- [TASK BRIEF] What is needed here is an exact copy of every entry.

+++

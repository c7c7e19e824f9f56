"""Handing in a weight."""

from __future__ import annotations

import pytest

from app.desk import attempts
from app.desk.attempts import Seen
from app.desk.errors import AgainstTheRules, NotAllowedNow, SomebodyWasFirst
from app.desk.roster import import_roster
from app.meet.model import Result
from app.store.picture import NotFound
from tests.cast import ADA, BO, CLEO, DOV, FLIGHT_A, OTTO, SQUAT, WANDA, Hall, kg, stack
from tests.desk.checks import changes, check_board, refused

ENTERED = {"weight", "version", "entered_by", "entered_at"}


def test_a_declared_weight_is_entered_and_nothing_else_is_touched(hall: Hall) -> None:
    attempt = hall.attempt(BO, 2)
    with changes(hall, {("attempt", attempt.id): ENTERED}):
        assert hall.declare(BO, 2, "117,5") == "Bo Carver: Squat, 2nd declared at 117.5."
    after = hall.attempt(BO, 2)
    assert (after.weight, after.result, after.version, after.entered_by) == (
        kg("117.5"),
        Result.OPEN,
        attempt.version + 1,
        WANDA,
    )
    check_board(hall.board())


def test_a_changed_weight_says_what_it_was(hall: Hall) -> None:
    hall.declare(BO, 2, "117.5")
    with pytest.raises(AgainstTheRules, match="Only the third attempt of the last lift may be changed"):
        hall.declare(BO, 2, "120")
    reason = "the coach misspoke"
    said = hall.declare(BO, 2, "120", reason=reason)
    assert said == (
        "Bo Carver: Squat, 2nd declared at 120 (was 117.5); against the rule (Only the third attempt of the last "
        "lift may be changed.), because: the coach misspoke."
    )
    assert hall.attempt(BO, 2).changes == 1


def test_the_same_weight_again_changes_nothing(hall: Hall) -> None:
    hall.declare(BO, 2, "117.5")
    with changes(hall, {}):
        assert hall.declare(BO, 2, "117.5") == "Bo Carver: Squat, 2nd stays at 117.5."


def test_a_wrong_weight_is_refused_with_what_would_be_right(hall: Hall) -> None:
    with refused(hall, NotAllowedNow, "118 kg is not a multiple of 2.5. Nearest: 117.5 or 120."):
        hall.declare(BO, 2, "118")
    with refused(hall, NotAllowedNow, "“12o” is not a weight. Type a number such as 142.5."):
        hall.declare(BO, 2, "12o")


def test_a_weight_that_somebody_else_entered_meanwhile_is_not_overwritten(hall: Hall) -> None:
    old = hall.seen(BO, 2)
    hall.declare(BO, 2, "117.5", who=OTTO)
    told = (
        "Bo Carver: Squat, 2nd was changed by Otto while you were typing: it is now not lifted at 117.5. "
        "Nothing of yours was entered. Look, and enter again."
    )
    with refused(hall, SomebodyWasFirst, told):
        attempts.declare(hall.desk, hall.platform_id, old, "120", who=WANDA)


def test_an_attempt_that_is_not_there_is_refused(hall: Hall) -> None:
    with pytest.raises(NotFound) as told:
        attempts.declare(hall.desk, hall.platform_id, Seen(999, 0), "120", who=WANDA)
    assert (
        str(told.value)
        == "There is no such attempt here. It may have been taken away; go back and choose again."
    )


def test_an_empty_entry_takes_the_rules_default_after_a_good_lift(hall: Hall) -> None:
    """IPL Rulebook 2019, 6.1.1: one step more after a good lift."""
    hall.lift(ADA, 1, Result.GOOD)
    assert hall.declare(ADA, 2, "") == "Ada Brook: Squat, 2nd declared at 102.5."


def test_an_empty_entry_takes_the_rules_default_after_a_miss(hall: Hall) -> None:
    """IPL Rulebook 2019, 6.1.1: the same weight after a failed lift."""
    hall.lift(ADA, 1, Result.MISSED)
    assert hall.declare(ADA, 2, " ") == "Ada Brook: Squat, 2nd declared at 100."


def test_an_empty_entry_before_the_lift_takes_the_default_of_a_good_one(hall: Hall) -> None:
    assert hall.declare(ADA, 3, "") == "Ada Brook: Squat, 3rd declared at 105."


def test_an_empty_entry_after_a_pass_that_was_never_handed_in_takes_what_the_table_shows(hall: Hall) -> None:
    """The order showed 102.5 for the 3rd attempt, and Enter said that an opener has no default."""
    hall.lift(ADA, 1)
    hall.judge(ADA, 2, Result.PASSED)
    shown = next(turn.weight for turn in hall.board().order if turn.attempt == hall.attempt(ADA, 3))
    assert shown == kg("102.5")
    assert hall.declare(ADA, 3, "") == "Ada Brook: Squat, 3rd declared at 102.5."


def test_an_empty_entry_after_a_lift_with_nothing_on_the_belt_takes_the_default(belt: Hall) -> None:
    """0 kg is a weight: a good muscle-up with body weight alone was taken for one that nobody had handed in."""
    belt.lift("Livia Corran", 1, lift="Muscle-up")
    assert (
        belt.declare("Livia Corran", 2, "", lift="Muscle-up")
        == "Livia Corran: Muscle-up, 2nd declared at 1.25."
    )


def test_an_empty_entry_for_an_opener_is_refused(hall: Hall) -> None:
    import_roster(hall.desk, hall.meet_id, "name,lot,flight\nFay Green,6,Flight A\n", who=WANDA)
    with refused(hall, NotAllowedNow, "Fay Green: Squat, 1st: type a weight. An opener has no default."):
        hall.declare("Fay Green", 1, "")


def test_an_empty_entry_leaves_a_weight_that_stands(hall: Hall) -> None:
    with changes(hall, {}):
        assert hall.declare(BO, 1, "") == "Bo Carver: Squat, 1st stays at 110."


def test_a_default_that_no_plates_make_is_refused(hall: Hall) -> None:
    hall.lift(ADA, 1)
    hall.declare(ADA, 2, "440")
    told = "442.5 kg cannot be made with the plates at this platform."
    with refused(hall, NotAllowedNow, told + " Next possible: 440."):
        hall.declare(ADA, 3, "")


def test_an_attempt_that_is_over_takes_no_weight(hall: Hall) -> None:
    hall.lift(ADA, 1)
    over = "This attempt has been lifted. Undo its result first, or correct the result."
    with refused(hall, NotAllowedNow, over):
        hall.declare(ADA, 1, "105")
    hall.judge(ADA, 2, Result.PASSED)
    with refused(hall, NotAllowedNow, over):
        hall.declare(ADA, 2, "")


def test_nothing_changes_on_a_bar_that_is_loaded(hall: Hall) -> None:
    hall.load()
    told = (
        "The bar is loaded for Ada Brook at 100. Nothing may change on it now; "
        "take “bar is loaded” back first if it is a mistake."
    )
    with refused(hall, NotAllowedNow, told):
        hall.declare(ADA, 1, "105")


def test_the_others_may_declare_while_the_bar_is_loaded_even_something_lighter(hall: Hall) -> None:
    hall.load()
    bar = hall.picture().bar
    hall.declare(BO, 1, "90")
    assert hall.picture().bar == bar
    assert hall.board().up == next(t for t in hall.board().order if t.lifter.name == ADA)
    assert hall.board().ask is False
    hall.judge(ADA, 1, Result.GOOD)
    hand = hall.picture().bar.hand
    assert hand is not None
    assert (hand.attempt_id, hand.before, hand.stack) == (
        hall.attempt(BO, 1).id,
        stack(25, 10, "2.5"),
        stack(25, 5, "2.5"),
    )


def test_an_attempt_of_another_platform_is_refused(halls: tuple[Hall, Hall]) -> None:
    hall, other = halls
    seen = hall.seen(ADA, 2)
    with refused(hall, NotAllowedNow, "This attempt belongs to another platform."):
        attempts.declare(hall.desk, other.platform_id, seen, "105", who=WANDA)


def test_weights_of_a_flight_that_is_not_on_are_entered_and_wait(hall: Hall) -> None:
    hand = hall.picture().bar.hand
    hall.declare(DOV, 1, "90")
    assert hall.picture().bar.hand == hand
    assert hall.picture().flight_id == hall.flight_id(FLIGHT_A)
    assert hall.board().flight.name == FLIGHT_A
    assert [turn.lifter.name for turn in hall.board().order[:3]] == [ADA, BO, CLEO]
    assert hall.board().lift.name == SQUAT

+++

- [REPLY]
repository c7c7e19e824f9f56
"""Handing in a weight."""

from __future__ import annotations

import pytest

from app.desk import attempts
from app.desk.attempts import Seen
from app.desk.errors import AgainstTheRules, NotAllowedNow, SomebodyWasFirst
from app.desk.roster import import_roster
from app.meet.model import Result
from app.store.picture import NotFound
from tests.cast import ADA, BO, CLEO, DOV, FLIGHT_A, OTTO, SQUAT, WANDA, Hall, kg, stack
from tests.desk.checks import changes, check_board, refused

ENTERED = {"weight", "version", "entered_by", "entered_at"}


def test_a_declared_weight_is_entered_and_nothing_else_is_touched(hall: Hall) -> None:
    attempt = hall.attempt(BO, 2)
    with changes(hall, {("attempt", attempt.id): ENTERED}):
        assert hall.declare(BO, 2, "117,5") == "Bo Carver: Squat, 2nd declared at 117.5."
    after = hall.attempt(BO, 2)
    assert (after.weight, after.result, after.version, after.entered_by) == (
        kg("117.5"),
        Result.OPEN,
        attempt.version + 1,
        WANDA,
    )
    check_board(hall.board())


def test_a_changed_weight_says_what_it_was(hall: Hall) -> None:
    hall.declare(BO, 2, "117.5")
    with pytest.raises(AgainstTheRules, match="Only the third attempt of the last lift may be changed"):
        hall.declare(BO, 2, "120")
    reason = "the coach misspoke"
    said = hall.declare(BO, 2, "120", reason=reason)
    assert said == (
        "Bo Carver: Squat, 2nd declared at 120 (was 117.5); against the rule (Only the third attempt of the last "
        "lift may be changed.), because: the coach misspoke."
    )
    assert hall.attempt(BO, 2).changes == 1


def test_the_same_weight_again_changes_nothing(hall: Hall) -> None:
    hall.declare(BO, 2, "117.5")
    with changes(hall, {}):
        assert hall.declare(BO, 2, "117.5") == "Bo Carver: Squat, 2nd stays at 117.5."


def test_a_wrong_weight_is_refused_with_what_would_be_right(hall: Hall) -> None:
    with refused(hall, NotAllowedNow, "118 kg is not a multiple of 2.5. Nearest: 117.5 or 120."):
        hall.declare(BO, 2, "118")
    with refused(hall, NotAllowedNow, "“12o” is not a weight. Type a number such as 142.5."):
        hall.declare(BO, 2, "12o")


def test_a_weight_that_somebody_else_entered_meanwhile_is_not_overwritten(hall: Hall) -> None:
    old = hall.seen(BO, 2)
    hall.declare(BO, 2, "117.5", who=OTTO)
    told = (
        "Bo Carver: Squat, 2nd was changed by Otto while you were typing: it is now not lifted at 117.5. "
        "Nothing of yours was entered. Look, and enter again."
    )
    with refused(hall, SomebodyWasFirst, told):
        attempts.declare(hall.desk, hall.platform_id, old, "120", who=WANDA)


def test_an_attempt_that_is_not_there_is_refused(hall: Hall) -> None:
    with pytest.raises(NotFound) as told:
        attempts.declare(hall.desk, hall.platform_id, Seen(999, 0), "120", who=WANDA)
    assert (
        str(told.value)
        == "There is no such attempt here. It may have been taken away; go back and choose again."
    )


def test_an_empty_entry_takes_the_rules_default_after_a_good_lift(hall: Hall) -> None:
    """IPL Rulebook 2019, 6.1.1: one step more after a good lift."""
    hall.lift(ADA, 1, Result.GOOD)
    assert hall.declare(ADA, 2, "") == "Ada Brook: Squat, 2nd declared at 102.5."


def test_an_empty_entry_takes_the_rules_default_after_a_miss(hall: Hall) -> None:
    """IPL Rulebook 2019, 6.1.1: the same weight after a failed lift."""
    hall.lift(ADA, 1, Result.MISSED)
    assert hall.declare(ADA, 2, " ") == "Ada Brook: Squat, 2nd declared at 100."


def test_an_empty_entry_before_the_lift_takes_the_default_of_a_good_one(hall: Hall) -> None:
    assert hall.declare(ADA, 3, "") == "Ada Brook: Squat, 3rd declared at 105."


def test_an_empty_entry_after_a_pass_that_was_never_handed_in_takes_what_the_table_shows(hall: Hall) -> None:
    """The order showed 102.5 for the 3rd attempt, and Enter said that an opener has no default."""
    hall.lift(ADA, 1)
    hall.judge(ADA, 2, Result.PASSED)
    shown = next(turn.weight for turn in hall.board().order if turn.attempt == hall.attempt(ADA, 3))
    assert shown == kg("102.5")
    assert hall.declare(ADA, 3, "") == "Ada Brook: Squat, 3rd declared at 102.5."


def test_an_empty_entry_after_a_lift_with_nothing_on_the_belt_takes_the_default(belt: Hall) -> None:
    """0 kg is a weight: a good muscle-up with body weight alone was taken for one that nobody had handed in."""
    belt.lift("Livia Corran", 1, lift="Muscle-up")
    assert (
        belt.declare("Livia Corran", 2, "", lift="Muscle-up")
        == "Livia Corran: Muscle-up, 2nd declared at 1.25."
    )


def test_an_empty_entry_for_an_opener_is_refused(hall: Hall) -> None:
    import_roster(hall.desk, hall.meet_id, "name,lot,flight\nFay Green,6,Flight A\n", who=WANDA)
    with refused(hall, NotAllowedNow, "Fay Green: Squat, 1st: type a weight. An opener has no default."):
        hall.declare("Fay Green", 1, "")


def test_an_empty_entry_leaves_a_weight_that_stands(hall: Hall) -> None:
    with changes(hall, {}):
        assert hall.declare(BO, 1, "") == "Bo Carver: Squat, 1st stays at 110."


def test_a_default_that_no_plates_make_is_refused(hall: Hall) -> None:
    hall.lift(ADA, 1)
    hall.declare(ADA, 2, "440")
    told = "442.5 kg cannot be made with the plates at this platform."
    with refused(hall, NotAllowedNow, told + " Next possible: 440."):
        hall.declare(ADA, 3, "")


def test_an_attempt_that_is_over_takes_no_weight(hall: Hall) -> None:
    hall.lift(ADA, 1)
    over = "This attempt has been lifted. Undo its result first, or correct the result."
    with refused(hall, NotAllowedNow, over):
        hall.declare(ADA, 1, "105")
    hall.judge(ADA, 2, Result.PASSED)
    with refused(hall, NotAllowedNow, over):
        hall.declare(ADA, 2, "")


def test_nothing_changes_on_a_bar_that_is_loaded(hall: Hall) -> None:
    hall.load()
    told = (
        "The bar is loaded for Ada Brook at 100. Nothing may change on it now; "
        "take “bar is loaded” back first if it is a mistake."
    )
    with refused(hall, NotAllowedNow, told):
        hall.declare(ADA, 1, "105")


def test_the_others_may_declare_while_the_bar_is_loaded_even_something_lighter(hall: Hall) -> None:
    hall.load()
    bar = hall.picture().bar
    hall.declare(BO, 1, "90")
    assert hall.picture().bar == bar
    assert hall.board().up == next(t for t in hall.board().order if t.lifter.name == ADA)
    assert hall.board().ask is False
    hall.judge(ADA, 1, Result.GOOD)
    hand = hall.picture().bar.hand
    assert hand is not None
    assert (hand.attempt_id, hand.before, hand.stack) == (
        hall.attempt(BO, 1).id,
        stack(25, 10, "2.5"),
        stack(25, 5, "2.5"),
    )


def test_an_attempt_of_another_platform_is_refused(halls: tuple[Hall, Hall]) -> None:
    hall, other = halls
    seen = hall.seen(ADA, 2)
    with refused(hall, NotAllowedNow, "This attempt belongs to another platform."):
        attempts.declare(hall.desk, other.platform_id, seen, "105", who=WANDA)


def test_weights_of_a_flight_that_is_not_on_are_entered_and_wait(hall: Hall) -> None:
    hand = hall.picture().bar.hand
    hall.declare(DOV, 1, "90")
    assert hall.picture().bar.hand == hand
    assert hall.picture().flight_id == hall.flight_id(FLIGHT_A)
    assert hall.board().flight.name == FLIGHT_A
    assert [turn.lifter.name for turn in hall.board().order[:3]] == [ADA, BO, CLEO]
    assert hall.board().lift.name == SQUAT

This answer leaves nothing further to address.